REQUIRED WORK: Your answer should consist of the lines below that hold the word "predicts".

THE INPUT:
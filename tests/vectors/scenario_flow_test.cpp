// `fxmimo vectors` end to end: a scenario file goes through the golden model and the bit-true
// datapath into a vector set; the example Verilog-2005 precoding block (examples/rtl/) reads the
// set's tx_acc stimulus with $readmemh (IEEE 1364-2005 §17.2.9), runs under Icarus Verilog and
// Verilator with its parameters taken from manifest.json, and dumps tx_acc and dac with $fwrite
// "%h" (§17.1.1.3); `fxmimo check` must find both dumps bit-exact. The RTL is the outside
// reference here: its arithmetic follows 1364-2005 signed-expression rules (§5.5.1, §5.4.1),
// not our C++. A FORCE_TRUNCATE build (floor rounding) must be caught at the first coordinates
// where a floor-rounding datapath differs, and must match that datapath bit for bit.
// Also: repeatability (SHA-256 per FIPS 180-4, cross-checked with coreutils sha256sum), the
// regression diff after a one-bit-narrower weights format, trial order, input ports, dimension
// names, and the one-line errors with exit code 2.
#include <fmt/core.h>
#include <gtest/gtest.h>

#include <map>
#include <nlohmann/json.hpp>
#include <regex>
#include <sstream>

#include "fxmimo/vectors/vector_set.hpp"
#include "test_support.hpp"

#ifndef FXMIMO_EXE
#error "FXMIMO_EXE (path of the fxmimo program) must be defined by tests/CMakeLists.txt"
#endif

namespace fxmimo::vectors {
namespace {

namespace fs = std::filesystem;
using testing::quote;
using testing::run_command;
using testing::scratch_dir;
using testing::simulator;

/// Node formats of the test scenario that the flow varies.
struct scenario_knobs {
  std::string weights_format = "Q1.10";  // 12 bits
  std::string tx_acc_rounding = "half_even";
  std::string dac_rounding = "half_up";
};

/// A scenario of our own invention: one cell, 4 antennas, 3 users, ZF with an LDL^H inverter,
/// 16-QAM, 8 symbols. The DAC back-off is only 2 dB, so per-antenna peaks pass full scale: the
/// tx_acc accumulator (Q0.9, range [-1, 1)) saturates on many words. Upstream nodes keep the
/// wide default format.
std::string scenario_text(const scenario_knobs& k = {}) {
  return fmt::format(R"(# Test scenario: a 4-antenna, 3-user cell whose transmit chain is narrow enough to saturate.
name = "bench-4x3-sat"
seed = 90517
trials = 4

[array]
antennas = 4

[cells]
count = 1
users_per_cell = 3
user_gains_db = [0.0, 4.0, 8.0]

[channel]
model = "rayleigh"

[pilots]
length = 4
sequence = "walsh"
snr_db = 15.0

[estimator]
kind = "ls"

[precoder]
kind = "zf"
inversion = "ldl"

[data]
modulation = "16qam"
symbols = 8
snr_db = 20.0

[frontend]
agc_backoff_db = 12.0
dac_backoff_db = 2.0

[nodes.weights]
format = "{}"
rounding = "half_even"
overflow = "saturate"

[nodes.symbols]
format = "Q1.8"
rounding = "half_even"
overflow = "saturate"

[nodes.tx_acc]
format = "Q0.9"
rounding = "{}"
overflow = "saturate"

[nodes.dac]
format = "Q0.7"
rounding = "{}"
overflow = "saturate_symmetric"
)",
                     k.weights_format, k.tx_acc_rounding, k.dac_rounding);
}

fs::path write_scenario(const fs::path& dir, const std::string& name, const scenario_knobs& k = {}) {
  const fs::path file = dir / name;
  testing::spit(file, scenario_text(k));
  return file;
}

testing::command_result fxmimo(const std::string& args, const fs::path& log) {
  return run_command(quote(FXMIMO_EXE) + " " + args, log);
}

/// Runs `fxmimo vectors` and fails the test unless it exits 0.
void make_set(const fs::path& scenario, const fs::path& out, const std::string& extra, const fs::path& log) {
  const auto r = fxmimo(fmt::format("vectors -c {} -o {} {}", quote(scenario), quote(out), extra), log);
  ASSERT_EQ(r.exit_code, 0) << r.output;
}

nlohmann::json read_manifest(const fs::path& dir) {
  return nlohmann::json::parse(testing::slurp(dir / "manifest.json"));
}

/// The first manifest entry of a record (node, direction, port), straight from the JSON.
const nlohmann::json& manifest_entry(const nlohmann::json& man, const std::string& node, const std::string& direction,
                                     const std::string& port) {
  for (const auto& f : man.at("files")) {
    if (f.at("node") == node && f.at("direction") == direction && f.at("port") == port) return f;
  }
  throw std::runtime_error("manifest has no file for " + node + "/" + direction + "/" + port);
}

std::size_t dim_size(const nlohmann::json& entry, const std::string& name) {
  for (const auto& d : entry.at("dims")) {
    if (d.at("name") == name) return d.at("size").get<std::size_t>();
  }
  throw std::runtime_error("no dimension " + name + " in " + entry.at("file").get<std::string>());
}

/// RTL codes of the manifest's mode names.
int rtl_rounding_code(const nlohmann::json& name) {
  return testing::rtl_code(*fp::parse_rounding_mode(name.get<std::string>()));
}
int rtl_overflow_code(const nlohmann::json& name) {
  return testing::rtl_code(*fp::parse_overflow_mode(name.get<std::string>()));
}

/// Testbench parameters (tb_precode_mac.v) from a set holding tx_acc and dac of one trial.
std::vector<std::pair<std::string, long long>> tb_parameters(const nlohmann::json& man) {
  const auto& w = manifest_entry(man, "tx_acc", "in", "weights");
  const auto& s = manifest_entry(man, "tx_acc", "in", "symbols");
  const auto& a = manifest_entry(man, "tx_acc", "out", "tx_acc");
  const auto& d = manifest_entry(man, "dac", "out", "dac");
  for (const auto* e : {&w, &s, &a, &d}) {
    if (!e->at("signed").get<bool>()) throw std::runtime_error("the example RTL takes signed formats only");
    if (dim_size(*e, "trial") != 1) throw std::runtime_error("the testbench streams one trial");
  }
  auto ll = [](const nlohmann::json& v) { return v.get<long long>(); };
  return {{"M", static_cast<long long>(dim_size(a, "antenna"))},
          {"K", static_cast<long long>(dim_size(w, "user"))},
          {"N", static_cast<long long>(dim_size(a, "symbol"))},
          {"WW", ll(w.at("word_bits"))},
          {"WF", ll(w.at("frac_bits"))},
          {"SW", ll(s.at("word_bits"))},
          {"SF", ll(s.at("frac_bits"))},
          {"AW", ll(a.at("word_bits"))},
          {"AF", ll(a.at("frac_bits"))},
          {"DW", ll(d.at("word_bits"))},
          {"DF", ll(d.at("frac_bits"))},
          {"ACC_RND", rtl_rounding_code(a.at("rounding"))},
          {"ACC_OVF", rtl_overflow_code(a.at("overflow"))},
          {"DAC_RND", rtl_rounding_code(d.at("rounding"))},
          {"DAC_OVF", rtl_overflow_code(d.at("overflow"))}};
}

/// Compiles and runs the testbench with the parameters the manifest gives.
void simulate(simulator sim, const nlohmann::json& man, bool force_truncate, const fs::path& work,
              const fs::path& vec_dir, const fs::path& dump_dir) {
  testing::run_testbench(sim, tb_parameters(man), force_truncate, work / (force_truncate ? "build_trunc" : "build"),
                         vec_dir, dump_dir);
}

testing::command_result check_dumps(const fs::path& vec_dir, const std::string& node, const fs::path& dump_dir,
                                    const fs::path& log, const std::string& extra = {}) {
  return fxmimo(fmt::format("check {} --node {} --dump {} --dump {} {}", quote(vec_dir), node,
                            quote(dump_dir / (node + "_re.hex")), quote(dump_dir / (node + "_im.hex")), extra),
                log);
}

/// Exact tx_acc sums from the set's stimulus words, in LSBs of the product (WF + SF fraction
/// bits), independent of any accumulator: the test's evidence that the scenario saturates.
bool some_exact_sum_exceeds_tx_acc(const vector_set& set) {
  const node_words& w = *set.find("tx_acc", "in", "weights");
  const node_words& s = *set.find("tx_acc", "in", "symbols");
  const node_words& a = *set.find("tx_acc", "out");
  const std::size_t num_ant = w.dim_sizes[1], num_user = w.dim_sizes[2], num_sym = s.dim_sizes[2];
  const int shift = w.spec.fmt.frac_bits + s.spec.fmt.frac_bits - a.spec.fmt.frac_bits;
  if (shift < 0) throw std::runtime_error("tx_acc has more fraction bits than the product");
  // tx_acc spans [-2^(AW-1), 2^(AW-1) - 1] of its LSBs, [-limit, limit - 2^shift] in product
  // LSBs: a sum >= limit or < -limit cannot be held, whatever the rounding.
  const std::int64_t limit = std::int64_t{1} << (a.spec.fmt.word_bits - 1 + shift);
  for (std::size_t i_ant = 0; i_ant < num_ant; ++i_ant) {
    for (std::size_t i_sym = 0; i_sym < num_sym; ++i_sym) {
      std::int64_t re = 0;
      std::int64_t im = 0;
      for (std::size_t i_user = 0; i_user < num_user; ++i_user) {
        const std::size_t iw = i_ant * num_user + i_user, is = i_user * num_sym + i_sym;
        re += w.re[iw] * s.re[is] - w.im[iw] * s.im[is];
        im += w.re[iw] * s.im[is] + w.im[iw] * s.re[is];
      }
      if (re >= limit || re < -limit || im >= limit || im < -limit) return true;
    }
  }
  return false;
}

/// Every (flat index, part) where two complex records differ, in report order.
std::vector<std::pair<std::size_t, std::string>> differences(const node_words& a, const node_words& b) {
  std::vector<std::pair<std::size_t, std::string>> out;
  for (std::size_t i = 0; i < a.re.size() && i < b.re.size(); ++i) {
    if (a.re[i] != b.re[i]) out.emplace_back(i, "re");
    if (a.im[i] != b.im[i]) out.emplace_back(i, "im");
  }
  return out;
}

/// The rows "FLAT PART TRIAL ANTENNA SYMBOL ..." of a check report's list of failing words,
/// each as "FLAT PART (trial=T, antenna=A, symbol=S)".
std::vector<std::string> reported_rows(const std::string& output) {
  static const std::regex row(R"(^\s+(\d+)\s+(re|im)\s+(\d+)\s+(\d+)\s+(\d+)\s+\d+'h)");
  std::vector<std::string> rows;
  std::istringstream in(output);
  std::string line;
  std::smatch m;
  while (std::getline(in, line)) {
    if (std::regex_search(line, m, row)) {
      rows.push_back(fmt::format("{} {} (trial={}, antenna={}, symbol={})", m[1].str(), m[2].str(), m[3].str(),
                                 m[4].str(), m[5].str()));
    }
  }
  return rows;
}

void run_rtl_flow(simulator sim) {
  const fs::path work = scratch_dir();
  const fs::path scen = write_scenario(work, "bench.toml");
  const fs::path vec = work / "vec";
  make_set(scen, vec, "--nodes tx_acc,dac --trials 0", work / "vectors.log");
  const nlohmann::json man = read_manifest(vec);
  const vector_set set = read_vector_set(vec);
  ASSERT_TRUE(some_exact_sum_exceeds_tx_acc(set)) << "the scenario no longer drives tx_acc past its range";

  // 1. The RTL as designed, parameters from the manifest: bit-exact on both nodes.
  simulate(sim, man, false, work, vec, work / "dump");
  for (const std::string node : {"tx_acc", "dac"}) {
    const auto r = check_dumps(vec, node, work / "dump", work / ("check_" + node + ".log"));
    EXPECT_EQ(r.exit_code, 0) << node << "\n" << r.output;
    EXPECT_NE(r.output.find("PASS"), std::string::npos) << r.output;
  }

  // 2. The same scenario with floor rounding at tx_acc and dac predicts where the truncating RTL
  //    differs: the stimulus is upstream of both and stays the same.
  scenario_knobs floor_knobs;
  floor_knobs.tx_acc_rounding = "floor";
  floor_knobs.dac_rounding = "floor";
  const fs::path vec_floor = work / "vec_floor";
  make_set(write_scenario(work, "bench_floor.toml", floor_knobs), vec_floor, "--nodes tx_acc,dac --trials 0",
           work / "vectors_floor.log");
  const vector_set set_floor = read_vector_set(vec_floor);
  ASSERT_EQ(set_floor.find("tx_acc", "in", "weights")->re, set.find("tx_acc", "in", "weights")->re);
  const node_words& expected = *set.find("tx_acc", "out");
  const auto diffs = differences(expected, *set_floor.find("tx_acc", "out"));
  ASSERT_FALSE(diffs.empty()) << "floor and half_even agree on every tx_acc word: no negative test";

  simulate(sim, man, true, work, vec, work / "dump_trunc");
  const auto bad = check_dumps(vec, "tx_acc", work / "dump_trunc", work / "check_trunc.log", "--max-report 1000");
  EXPECT_EQ(bad.exit_code, 1) << bad.output;
  const auto coords = expected.coordinates(diffs.front().first);
  const std::string where = fmt::format("first mismatch: flat index {} (trial={}, antenna={}, symbol={}), part {}",
                                        diffs.front().first, coords[0], coords[1], coords[2], diffs.front().second);
  EXPECT_NE(bad.output.find("tx_acc/out: MISMATCH"), std::string::npos) << bad.output;
  EXPECT_NE(bad.output.find(where), std::string::npos) << "expected \"" << where << "\" in:\n" << bad.output;
  EXPECT_NE(bad.output.find(fmt::format("{} of {} words differ", diffs.size(), 2 * expected.re.size())),
            std::string::npos)
      << bad.output;
  // Every failing word, with its coordinates, is the one the floor datapath predicts.
  std::vector<std::string> predicted;
  for (const auto& [flat, part] : diffs) {
    const auto c = expected.coordinates(flat);
    predicted.push_back(fmt::format("{} {} (trial={}, antenna={}, symbol={})", flat, part, c[0], c[1], c[2]));
  }
  EXPECT_EQ(reported_rows(bad.output), predicted) << bad.output;
  const auto bad_dac = check_dumps(vec, "dac", work / "dump_trunc", work / "check_trunc_dac.log");
  EXPECT_EQ(bad_dac.exit_code, 1) << bad_dac.output;
  // 3. The truncating RTL is exactly the floor datapath.
  for (const std::string node : {"tx_acc", "dac"}) {
    const auto r = check_dumps(vec_floor, node, work / "dump_trunc", work / ("check_floor_" + node + ".log"));
    EXPECT_EQ(r.exit_code, 0) << node << " against the floor datapath\n" << r.output;
  }
}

EXPECTED ANSWER:
  // 2. The same scenario with floor rounding at tx_acc and dac predicts where the truncating RTL
  // Every failing word, with its coordinates, is the one the floor datapath predicts.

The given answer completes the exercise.